The characters are knit together in a strong and vibrant sense of community, bound together with Latin-inflected music.

So there is a strong autobiographical element in ‘In The Heights’. The narrator – Usnavi, who owns a convenience store – is a rapper, as is Miranda, who introduces characters and manipulates plot in the big-boned, loose-limbed style of hip-hop. His girlfriend, Vanessa, works in a hair salon and lives with a mother who would rather buy drink than pay the rent. Vanessa in turn leads to Daniela, the outrageously camp salon owner (Victoria Hamilton-Barritt, channelling Chita Rivera for all she’s worth). Usnavi has a little brother, Sonny, who is the Mr Cheeky of the production, but also something of a social commentator. Also a substitute mother, the neighbourhood matriarch, Claudia, who has dreamed of returning ‘home’ but never raised the money.

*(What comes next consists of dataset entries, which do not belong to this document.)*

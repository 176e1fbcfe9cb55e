/**
 * Min/max decimation: each bucket of `bucket` consecutive samples becomes two points, its minimum
 * and its maximum in the order they occurred (a bucket of one sample gives that sample twice), so
 * every extreme survives and the trace's envelope is kept (common practice for plotting long series).
 */
export function minMaxDecimate(values: ArrayLike<number>, bucket: number, out: number[] = []): number[] {
  if (!Number.isInteger(bucket) || bucket < 1) throw new Error(`bucket must be an integer ≥ 1 (got ${bucket})`);
  for (let start = 0; start < values.length; start += bucket) {
    const end = Math.min(values.length, start + bucket);
    let lo = start;
    let hi = start;
    for (let i = start + 1; i < end; i++) {
      if (values[i] < values[lo]) lo = i;
      if (values[i] > values[hi]) hi = i;
    }
    if (lo <= hi) out.push(values[lo], values[hi]);
    else out.push(values[hi], values[lo]);
  }
  return out;
}

/** Samples per bucket so that a window of `windowSamples` shows at most `maxPoints` points (2 per bucket); 1 = no decimation. */
export function bucketSize(windowSamples: number, maxPoints: number): number {
  if (windowSamples <= maxPoints) return 1;
  return Math.ceil(windowSamples / Math.floor(maxPoints / 2));
}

The other family nexus is provided by the Rosarios – father Kevin, struggling with his taxi business, mother Camila and daughter Nina, who has flunked her opportunity to escape from the ghetto by dropping out of university – paying her way through college with two jobs left her too exhausted to study. Nina provides the other love interest with Benny, a non-Hispanic employee of Kevin. Cue heavy father and star-crossed lovers, one of several references to ‘West Side Story’, whose giant shadow the show cannot escape.

The characters are knit together in a strong and vibrant sense of community, bound together with Latin-inflected music. One of the first questions any successful musical has to ask is, “Why music?” and here it is the glue which yokes all the characters into a common set of references and sense of mutual regard; it’s what makes the community resilient. On the hottest night of the year, when for the nth time there’s a power cut and no aircon, what else can you do but hold a dance party?

The dance – street dance both literally and metaphorically - is at the core of the show, and the lithe ensemble is full of fizz, backed by a funky seven-piece band (‘In the Heights’ won a 2008 Tony for both Best Musical and Best Original Score). Damian Buhagiar’s Sonny is particularly sharp.

The quality of the music and the dance somewhat disguises the deficiencies of the book, which rarely rises above the cliché of soap. Everybody is good, beautiful, talented – where is the darkness to give contrast, or true drama? All offstage. Characters are mainly generic rather specific (Daniela and Sonny excepted). Deprivation in this barrio feels somewhat tokenistic, solutions are fortuitous (a lottery win), hearts and minds changed too easily. In the journey from college graduation show to massive Broadway hit, ‘In the Heights’ has obviously undergone an extensive revision which feels more like a makeover (and I don’t mean that in a good way). Edges are smoothed, poverty is given a romantic glow and the result is as romanticised and almost as unreal as the loveable Cockneys doing the Lambeth Walk in ‘Me and My Gal’. Quiara Alegria Hudes as writer of the book must bear most of the blame, but Miranda’s sententious lyrics don’t help.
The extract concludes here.